Your answer should be the lines below from the one holding "missed = list(trial.shortfalls)" through the one holding "and all(isinstance(dose, dict)", copied exactly and with nothing else.

Source data:
════
"""Check a design from its file alone: rebuild the flowsheet, solve it again, compare everything.

Nothing of the search is used: the decisions in the file go through the exact model, and every
number and word of the record is compared with what comes out. What cannot be recomputed, the record
of the search, is covered by the seal and must agree with the cost.
"""

from __future__ import annotations

import math
from collections.abc import Iterator, Mapping
from dataclasses import dataclass, fields
from pathlib import Path
from typing import Any

from dosewright.design import METHOD, SearchRecord, read, record_of, seal_of
from dosewright.errors import DosewrightError, Fault, InputError
from dosewright.flowsheet import check_decisions, from_document
from dosewright.trial import Shortfall, Trial, evaluate

#: sections that are not compared number by number; each is dealt with on its own
_APART = {
    "dosewright_design",
    "versions",
    "constants_fingerprint",
    "source_name",
    "flowsheet",
    "search",
    "seal",
}

#: a number this small stands for nothing (mg/L, mol/h, kg/h, USD/h alike)
_NOTHING = 1e-12

#: figures that are zero but for rounding, with what they may amount to; they must stay within it
_CERTIFICATE_MOST = {
    "balance_residual": 1e-9,
    "mass_action_residual_ln": 1e-8,
    "charge_residual_eq_per_kg": 1e-9,
    "present_gap_log10": 1e-8,
    "supersaturation_log10": 1e-8,
}
_BALANCE_MOST = 1e-9

#: numbers that come close to zero as differences of large ones, with what rounding does to them
_FLOORS = {
    "saturation_log10": 1e-7,
    "error_percent": 1e-8,
    "heat_K": 1e-9,
    "value": 1e-9,
}


@dataclass(frozen=True)
class Difference:
    """One entry of the file that is not what it should be.

    ``where`` is its path, as ``costs[2].USD_per_h``; ``relative`` the relative difference, where
    both are numbers. An entry that is there on one side only reads ``(absent)`` on the other.
    """

    where: str
    saved: Any
    recomputed: Any
    relative: float | None = None

    def __str__(self) -> str:
        """One line."""
        off = f" ({self.relative:.2g} relative)" if self.relative is not None else ""
        return f"{self.where}: saved {_brief(self.saved)}, now {_brief(self.recomputed)}{off}"


@dataclass(frozen=True)
class Verdict:
    """What `verify` found.

    Attributes
    ----------
    path: the file.
    ok: nothing differs and every limit is met.
    differences: every entry that was not reproduced.
    limits_missed: limits that the recomputed train does not meet.
    notes: what is worth knowing and decides nothing, such as other versions.
    trial: the train as recomputed; None when the file's contents could not be solved at all.
    """

    path: str
    ok: bool
    differences: list[Difference]
    limits_missed: list[Shortfall]
    notes: list[str]
    trial: Trial | None


ABSENT = "(absent)"


def _brief(value: Any) -> str:
    text = f"{value:.12g}" if isinstance(value, float) else str(value)
    return text if len(text) <= 80 else text[:77] + "..."


def verify(path: str | Path, *, tolerance: float = 1e-6) -> Verdict:
    """Check a saved design from its file alone.

    Parameters
    ----------
    path: a file written by `dosewright.design.save`.
    tolerance: relative, for every number; numbers near zero have absolute floors.

    Raises
    ------
    InputError
        When the file is missing, damaged or no design file. A readable file with wrong numbers
        raises nothing: it gets a verdict.
    """
    if not 0.0 < tolerance < 1.0:
        fault = Fault(
            "tolerance", f"{tolerance!r} is no tolerance", "give a number between 0 and 1"
        )
        raise InputError("verify", [fault])
    record = read(path)
    notes: list[str] = []
    differences: list[Difference] = []
    trial: Trial | None = None
    sealed = seal_of(record)
    if record["seal"] != sealed:
        differences.append(Difference("seal", record["seal"], sealed))
    try:
        trial = _solve_again(record)
    except DosewrightError as error:
        differences.append(Difference("decisions", "a train that can be solved", str(error)))
    if trial is not None:
        fresh = record_of(trial)
        differences += _compare_constants(record, fresh)
        notes += _version_notes(record, fresh)
        differences += compare(record, fresh, tolerance)
        differences += _beyond_rounding(fresh)
        differences += list(_search_faults(record, fresh, tolerance))
    missed = list(trial.shortfalls) if trial is not None else []
    ok = trial is not None and not differences and not missed
    return Verdict(str(path), ok, differences, missed, notes, trial)


def _solve_again(record: Mapping[str, Any]) -> Trial:
    flowsheet = from_document(record["flowsheet"], record["source_name"])
    decisions = record["decisions"]
    _check_shape(flowsheet.source_name, decisions)
    check_decisions(flowsheet, decisions)
    return evaluate(flowsheet, decisions)


def _check_shape(source: str, decisions: Mapping[str, Any]) -> None:
    """Refuse decisions that are not even of the right JSON types."""
    stages = decisions.get("stages")
    sound = isinstance(stages, list) and all(
        isinstance(stage, dict)
        and isinstance(stage.get("reagents", {}), dict)
        and all(isinstance(dose, dict) for dose in stage.get("reagents", {}).values())
        and isinstance(stage.get("oxidant"), str | None)
        and isinstance(stage.get("cake", "waste"), str)
        for stage in stages
    )
    if not sound:
        raise InputError(source, [Fault("decisions", "are of the wrong type", "save them again")])


def _compare_constants(record: Mapping[str, Any], fresh: Mapping[str, Any]) -> list[Difference]:
    key = "constants_fingerprint"
    return [] if record[key] == fresh[key] else [Difference(key, record[key], fresh[key])]


def _version_notes(record: Mapping[str, Any], fresh: Mapping[str, Any]) -> list[str]:
    then, now = record["versions"], fresh["versions"]
    return [
        f"{name} was {then.get(name, ABSENT)} when saved and is {now.get(name, ABSENT)} now"
        for name in sorted({*then, *now})
        if then.get(name) != now.get(name)
    ]


def compare(
    record: Mapping[str, Any], fresh: Mapping[str, Any], tolerance: float
) -> list[Difference]:
    """Compare a saved record with a recomputed one, entry by entry."""
    turnover = sum(abs(line["USD_per_h"]) for line in fresh["costs"])
    found: list[Difference] = []
    for key in [*fresh, *(key for key in record if key not in fresh)]:
        if key in _APART:
            continue
        floor = tolerance * turnover if key == "cost_per_hour" else _NOTHING
        saved, now = record.get(key, ABSENT), fresh.get(key, ABSENT)
        found += _walk(key, saved, now, floor, tolerance)
    return found


def _kind(value: Any) -> str:
    if value is None or isinstance(value, bool | str):
        return type(value).__name__
    if isinstance(value, int | float):
        return "number"
    return "table" if isinstance(value, Mapping) else "list"


def _walk(where: str, saved: Any, now: Any, floor: float, tolerance: float) -> Iterator[Difference]:
    kind = _kind(now)
    if _kind(saved) != kind:
        # an entry this close to zero may come and go with rounding
        number = saved if now == ABSENT else now
        if ABSENT not in (saved, now) or _kind(number) != "number" or abs(number) > floor:
            yield Difference(where, saved, now)
    elif kind == "table":
        for key in [*now, *(key for key in saved if key not in now)]:
            inner = _floor(key, now, floor, tolerance)
            yield from _walk(
                f"{where}.{key}", saved.get(key, ABSENT), now.get(key, ABSENT), inner, tolerance
            )
    elif kind == "list":
        for i in range(max(len(saved), len(now))):
            left = saved[i] if i < len(saved) else ABSENT
            right = now[i] if i < len(now) else ABSENT
            yield from _walk(f"{where}[{i}]", left, right, floor, tolerance)
    elif kind == "number":
        gap, size = abs(saved - now), max(abs(saved), abs(now))
        if not gap <= max(tolerance * size, floor):
            yield Difference(where, saved, now, gap / size)
    elif saved != now:
        yield Difference(where, saved, now)


def _floor(key: str, table: Mapping[str, Any], floor: float, tolerance: float) -> float:
    """Absolute floor for one entry of a table, given the floor of the table itself."""
    if key in _CERTIFICATE_MOST:  # may move, but not beyond what passes
        return _CERTIFICATE_MOST[key]
    if key == "balance":
        return _BALANCE_MOST
    if key in {"margin", "missed_by"}:
        # what is left between a value and its bound is known as well as the bound is
        return tolerance * float(max(abs(table["bound"]), 0.0 if table["unit"] else 1.0))
    if key == "H+" and floor == _NOTHING:
        # protons are counted net of base: a small difference of large amounts
        return max(_NOTHING, 1e-9 * float(max(abs(v) for v in table.values())))
    return max(floor, _FLOORS.get(key, 0.0))


def _beyond_rounding(fresh: Mapping[str, Any]) -> list[Difference]:
    """Return balances and certificates that do not pass."""
    found = [
        Difference(f"balance.{name}", f"at most {_BALANCE_MOST:g}", value)
        for name, value in fresh["balance"].items()
        if not abs(value) <= _BALANCE_MOST
    ]
    for i, stage in enumerate(fresh["stages"]):
        for name, value in stage["certificate"].items():
            most = _CERTIFICATE_MOST.get(name, math.inf)
            # an undersaturated liquor is as good as it gets
            size = value if name == "supersaturation_log10" else abs(value)
            if not size <= most:
                where = f"stages[{i}].certificate.{name}"
                found.append(Difference(where, f"at most {most:g}", value))
    return found


def _search_faults(
    record: Mapping[str, Any], fresh: Mapping[str, Any], tolerance: float
) -> Iterator[Difference]:
    """Check the record of the search against itself and against the cost."""
    search = record["search"]
    if search is None:
        return
    names = {f.name for f in fields(SearchRecord)}
    for name in sorted(names ^ set(search)):
        yield Difference(f"search.{name}", search.get(name, ABSENT),
                         ABSENT if name in search else "an entry")  # fmt: skip
    if names != set(search):
        return
    counts = {}
    for name in ("trains_polished", "lattice_proposals", "exact_evaluations"):
        value = search[name]
        if isinstance(value, bool) or not isinstance(value, int) or value < 0:
            yield Difference(f"search.{name}", value, "a count")
        else:
            counts[name] = value
    if len(counts) == 3:
        polished = counts["trains_polished"]
        if counts["lattice_proposals"] > polished:
            most = f"at most {polished}, the trains polished"
            yield Difference("search.lattice_proposals", counts["lattice_proposals"], most)
        if counts["exact_evaluations"] < polished:
            least = f"at least {polished}, the trains polished"
            yield Difference("search.exact_evaluations", counts["exact_evaluations"], least)
    for name in ("lattice_value_USD_per_h", "lattice_difference"):
        if _kind(search[name]) not in {"number", "NoneType"}:
            yield Difference(f"search.{name}", search[name], "a number or null")
    if search["method"] != METHOD:
        yield Difference("search.method", search["method"], METHOD)
    turnover = sum(abs(line["USD_per_h"]) for line in fresh["costs"])
    yield from _walk(
        "search.best_cost_USD_per_h",
        search["best_cost_USD_per_h"],
        fresh["cost_per_hour"],
        tolerance * turnover,
        tolerance,
    )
════
**TASK ANSWER**
    missed = list(trial.shortfalls) if trial is not None else []
    ok = trial is not None and not differences and not missed
    return Verdict(str(path), ok, differences, missed, notes, trial)


def _solve_again(record: Mapping[str, Any]) -> Trial:
    flowsheet = from_document(record["flowsheet"], record["source_name"])
    decisions = record["decisions"]
    _check_shape(flowsheet.source_name, decisions)
    check_decisions(flowsheet, decisions)
    return evaluate(flowsheet, decisions)


def _check_shape(source: str, decisions: Mapping[str, Any]) -> None:
    """Refuse decisions that are not even of the right JSON types."""
    stages = decisions.get("stages")
    sound = isinstance(stages, list) and all(
        isinstance(stage, dict)
        and isinstance(stage.get("reagents", {}), dict)
        and all(isinstance(dose, dict) for dose in stage.get("reagents", {}).values())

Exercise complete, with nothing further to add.